The test is whether the subscription funds ongoing service delivery or simply gates existing features. A subscription that pays for continuous AI model improvements, expanding health research databases, or unlimited cloud storage for growing data has a legitimate value case. A subscription that unlocks features already built into the hardware you purchased does not.
Frequently Asked Questions
Why do AI gadgets require monthly subscriptions?
Most AI hardware companies use subscriptions to fund the ongoing cloud infrastructure, AI model improvements, and server costs that power their devices' intelligence. Hardware sales alone often generate insufficient margin to sustain continuous software and AI development. The challenge for buyers is distinguishing between subscriptions that fund genuine ongoing service delivery and those that simply gate features already built into the hardware.
What AI gadgets have no subscription fees in 2026?
The most notable subscription-free options currently available include the Samsung Galaxy Ring, RingConn Gen 2 Air, and Pebble Index 01. The Samsung Galaxy Ring offers health tracking with all features included in the hardware price. The RingConn Gen 2 Air provides comprehensive health monitoring including sleep apnea detection with no ongoing fees. The Pebble Index 01 captures voice notes with on-device AI processing and no subscription. Plaud NotePin offers basic transcription features free with optional Pro upgrade.
What happened to the Humane AI Pin subscription?

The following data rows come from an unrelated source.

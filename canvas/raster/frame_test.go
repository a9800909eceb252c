package raster_test

import (
	"context"
	"image/color"
	"os"
	"sync"
	"testing"

	"enfilade/canvas/paint"
	"enfilade/canvas/raster"
	"enfilade/canvas/view"
	"enfilade/solver/plan"
	"enfilade/solver/plantest"
	"enfilade/solver/study"
)

// gallery returns the sample gallery with names and normals, solved.
func gallery(t testing.TB) (*plan.Plan, *study.Result) {
	t.Helper()
	text, err := os.ReadFile("testdata/gallery.txt")
	if err != nil {
		t.Fatal(err)
	}
	parts := plantest.Parse(t, string(text)).Parts()
	parts.Sheet.Title, parts.Sheet.Place = "Upper gallery", "Ossel Quay Maritime Museum"
	normals := []float64{90, 0, 180, 180, 90, 0, 270}
	for i, name := range []string{"Astrolabe", "Sea chart", "Figurehead", "Great lens", "Diving helmet", "Brig model", "Tide clock"} {
		parts.Targets[i].Name, parts.Targets[i].Normal = name, &normals[i]
	}
	facing := []float64{180, 90}
	for i, name := range []string{"East door", "South stair"} {
		parts.Starts[i].Name, parts.Starts[i].Facing = name, &facing[i]
	}
	p := plan.From(parts)
	r, err := study.Solve(context.Background(), p)
	if err != nil {
		t.Fatal(err)
	}
	return p, r
}

func galleryScene(t testing.TB, w, h int, k float64) *paint.Scene {
	p, r := gallery(t)
	s := &paint.Scene{Plan: p, Result: r, Theme: paint.Light(), Camera: view.Fit(paint.Bounds(p), int(float64(w)*k), int(float64(h)*k), k)}
	s.Observer, s.Start, s.Target = paint.Choose(p)
	return s
}

// TestFrameAgain: a frame gives the same picture every time, whatever it drew in between, and without allocation.
func TestFrameAgain(t *testing.T) {
	s := galleryScene(t, 800, 520, 1)
	list := paint.Base(s)
	base := raster.NewBase(list, s.Camera.W, s.Camera.H)
	s.Drawing = list.Drawing
	var l, other paint.List
	var f raster.Frame
	paint.Overlay(s, &l)
	first := append([]uint8(nil), f.Draw(base, &l).Pix...)
	if string(raster.Picture(s).Pix) != string(first) {
		t.Error("the picture in one go differs from base and frame")
	}
	moved := *s
	moved.Observer, moved.Target, moved.AllRegions = "O3", "T4", true
	paint.Overlay(&moved, &other)
	if string(f.Draw(base, &other).Pix) == string(first) {
		t.Error("another observer gives the same picture")
	}
	img := f.Draw(base, &l)
	if string(img.Pix) != string(first) {
		t.Error("the same lists give another picture later")
	}
	if img.Rect.Min.X != 0 || img.Rect.Min.Y != 0 || img.Stride != 4*img.Rect.Dx() || len(img.Pix) != 4*s.Camera.W*s.Camera.H {
		t.Errorf("the image is not tight at the origin: %v, stride %d", img.Rect, img.Stride)
	}
	for i := 3; i < len(img.Pix); i += 4 {
		if img.Pix[i] != 255 {
			t.Fatalf("pixel %d is not opaque", i/4)
		}
	}
	if n := testing.AllocsPerRun(20, func() { paint.Overlay(s, &l); f.Draw(base, &l) }); n != 0 {
		t.Errorf("a frame allocates %g times", n)
	}
}

// TestInkStays: neither the wash nor the border of a region changes a pixel that is all wall.
func TestInkStays(t *testing.T) {
	s := galleryScene(t, 800, 520, 2)
	list := paint.Base(s)
	base := raster.NewBase(list, s.Camera.W, s.Camera.H)
	s.Drawing = list.Drawing
	var l paint.List
	paint.Overlay(s, &l)
	kept := l.Ops[:0]
	under := 0
	for _, op := range l.Ops {
		if op.Ink != paint.NoInk {
			kept = append(kept, op)
			under++
		}
	}
	l.Ops = kept
	if under < 3 {
		t.Fatalf("only %d steps lie under ink, want wash and two kinds of border", under)
	}
	var f raster.Frame
	img := f.Draw(base, &l)
	changed, walls := 0, 0
	for i, m := range base.Ink {
		same := img.Pix[4*i] == base.Image.Pix[4*i] && img.Pix[4*i+1] == base.Image.Pix[4*i+1] && img.Pix[4*i+2] == base.Image.Pix[4*i+2]
		if m == 255 {
			if walls++; !same {
				t.Fatalf("wall pixel %d, %d was painted over", i%base.W, i/base.W)
			}
		} else if !same {
			changed++
		}
	}
	if walls < 50000 || changed < 100000 {
		t.Errorf("%d wall pixels, %d painted: the test shows nothing", walls, changed)
	}
}

// TestBaseAgain: a base drawn into the buffers of another picture is the same as a new one.
func TestBaseAgain(t *testing.T) {
	s := galleryScene(t, 500, 400, 1)
	want := raster.NewBase(paint.Base(s), s.Camera.W, s.Camera.H)
	other := *s
	other.Theme, other.Camera = paint.Dark(), s.Camera.Pan(40, 30)
	got := raster.NewBase(paint.Base(&other), s.Camera.W, s.Camera.H)
	if string(got.Image.Pix) == string(want.Image.Pix) {
		t.Fatal("another theme gives the same base")
	}
	got.Draw(paint.Base(s), s.Camera.W, s.Camera.H)
	if string(got.Image.Pix) != string(want.Image.Pix) || string(got.Ink) != string(want.Ink) || string(got.Low) != string(want.Low) {
		t.Error("buffers used again leave something of the picture before")
	}
}

// BenchmarkFrame is what one frame of a drag costs after solving: listing the overlay and blending it over the base.
func BenchmarkFrame(b *testing.B) {
	for _, size := range []struct {
		name string
		k    float64
	}{{"plan=gallery/size=1600x1000/k=1", 1}, {"plan=gallery/size=1600x1000/k=2", 2}} {
		s := galleryScene(b, 1600, 1000, size.k)
		list := paint.Base(s)
		base := raster.NewBase(list, s.Camera.W, s.Camera.H)
		s.Drawing = list.Drawing
		var l paint.List
		var f raster.Frame
		paint.Overlay(s, &l)
		f.Draw(base, &l)
		b.Run(size.name, func(b *testing.B) {
			b.ReportAllocs()
			for b.Loop() {
				paint.Overlay(s, &l)
				f.Draw(base, &l)
			}
		})
	}
}

// BenchmarkBase is what a new base costs its worker.
func BenchmarkBase(b *testing.B) {
	for _, bench := range []struct {
		name  string
		walls int
	}{{"plan=gallery", 0}, {"plan=office/walls=2000", 2000}, {"plan=office/walls=20000", 20000}} {
		var s *paint.Scene
		if bench.walls == 0 {
			s = galleryScene(b, 1600, 1000, 1)
		} else {
			p := plantest.Office(1, bench.walls)
			s = &paint.Scene{Plan: p, Theme: paint.Light(), Camera: view.Fit(paint.Bounds(p), 1600, 1000, 1)}
		}
		var base raster.Base
		b.Run(bench.name+"/size=1600x1000/k=1", func(b *testing.B) {
			b.ReportAllocs()
			for b.Loop() {
				base.Draw(paint.Base(s), 1600, 1000)
			}
		})
	}
}

// BenchmarkLevel is the worst the rasteriser meets: long lines that are almost level. It keeps a list of cells for each row
// of pixels and walks it from the left for every cell it adds.
func BenchmarkLevel(b *testing.B) {
	const w, h = 1600, 1000
	ring := []paint.Pt{{X: 30, Y: 100}, {X: 1580, Y: 101.3}, {X: 1585, Y: 900.2}, {X: 25, Y: 903.8}}
	base := raster.NewBase(&paint.List{K: 1}, w, h)
	for _, bench := range []struct {
		name string
		op   paint.Op
	}{
		{"solid", paint.Op{Kind: paint.Stroke, Style: 0}},
		{"dashed", paint.Op{Kind: paint.Stroke, Style: 1}},
		{"wash", paint.Op{Kind: paint.Wash}},
	} {
		bench.op.Subs, bench.op.Colour = [2]int32{0, 1}, color.NRGBA{A: 255}
		l := &paint.List{K: 1, Points: ring, Subs: []paint.Sub{{Last: 4, Closed: true}}, Ops: []paint.Op{bench.op},
			Strokes: []paint.StrokeStyle{{Width: 3.2}, {Width: 1.15, On: 6, Off: 4}},
			Washes:  []paint.WashStyle{{Radius: 1000, Near: 0.2, Mid: 0.2, Far: 0.1, Rims: [2]float32{9, 4}, RimStrength: 0.1}}}
		var f raster.Frame
		b.Run(bench.name, func(b *testing.B) {
			for b.Loop() {
				f.Draw(base, l)
			}
		})
	}
}

// TestWorker: bases are made on other goroutines while frames are drawn over an older one; run under -race.
func TestWorker(t *testing.T) {
	s := galleryScene(t, 400, 300, 1)
	list := paint.Base(s)
	base := raster.NewBase(list, s.Camera.W, s.Camera.H)
	s.Drawing = list.Drawing
	var group sync.WaitGroup
	for range 2 {
		scene := *s
		group.Go(func() {
			for i := range 3 {
				scene.Camera = scene.Camera.Pan(float64(i), 1)
				raster.NewBase(paint.Base(&scene), scene.Camera.W, scene.Camera.H)
			}
		})
	}
	var l paint.List
	var f raster.Frame
	for range 5 {
		paint.Overlay(s, &l)
		f.Draw(base, &l)
	}
	group.Wait()
}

The Humane AI Pin launched at $699 with a mandatory $24 monthly subscription for AI features, cloud storage, and cellular connectivity. The device received devastating reviews for poor performance and high total cost. Humane sold its assets to HP for $116 million in early 2025 and shut down the servers. Buyers who had paid hundreds of dollars in subscription fees lost access to the features they had been paying for, with refunds only available for recent purchases within a 90-day window.
Is the Oura Ring subscription worth paying?
It depends on how you intend to use the device. The Oura Ring 4 subscription costs $5.99 per month and is effectively required to access the health insights that make the ring genuinely useful. For users focused on long-term sleep, recovery, and health trend analysis who check the app frequently, the ongoing fee funds continuous algorithmic improvements and health research. For users who want basic health tracking without ongoing fees, alternatives like the RingConn Gen 2 Air or Samsung Galaxy Ring offer comparable tracking categories at lower two-year total cost.
What is the difference between on-device AI and cloud AI in wearables?
On-device AI processes data locally on the wearable or its connected smartphone using models that run without internet connectivity. This approach is faster for common tasks, private by architecture rather than policy, and fully functional when internet connections are unavailable or when the company's servers are experiencing issues. Cloud AI routes processing to company servers, which can enable more powerful models but creates dependency on internet connectivity, server availability, and the ongoing viability of the company's infrastructure. Devices with cloud-only AI stop working meaningfully if the service shuts down.
How do I calculate the true cost of an AI gadget with a subscription?
Multiply the monthly subscription fee by 24 to get a two-year subscription cost, then add the hardware purchase price. Compare that total against subscription-free alternatives in the same category. A $99 device with a $20 monthly subscription costs $579 over two years — more than a $350 device with no ongoing fees. Always factor in what the device does without an active subscription, since some devices retain basic functionality while others become inoperable the moment the subscription lapses.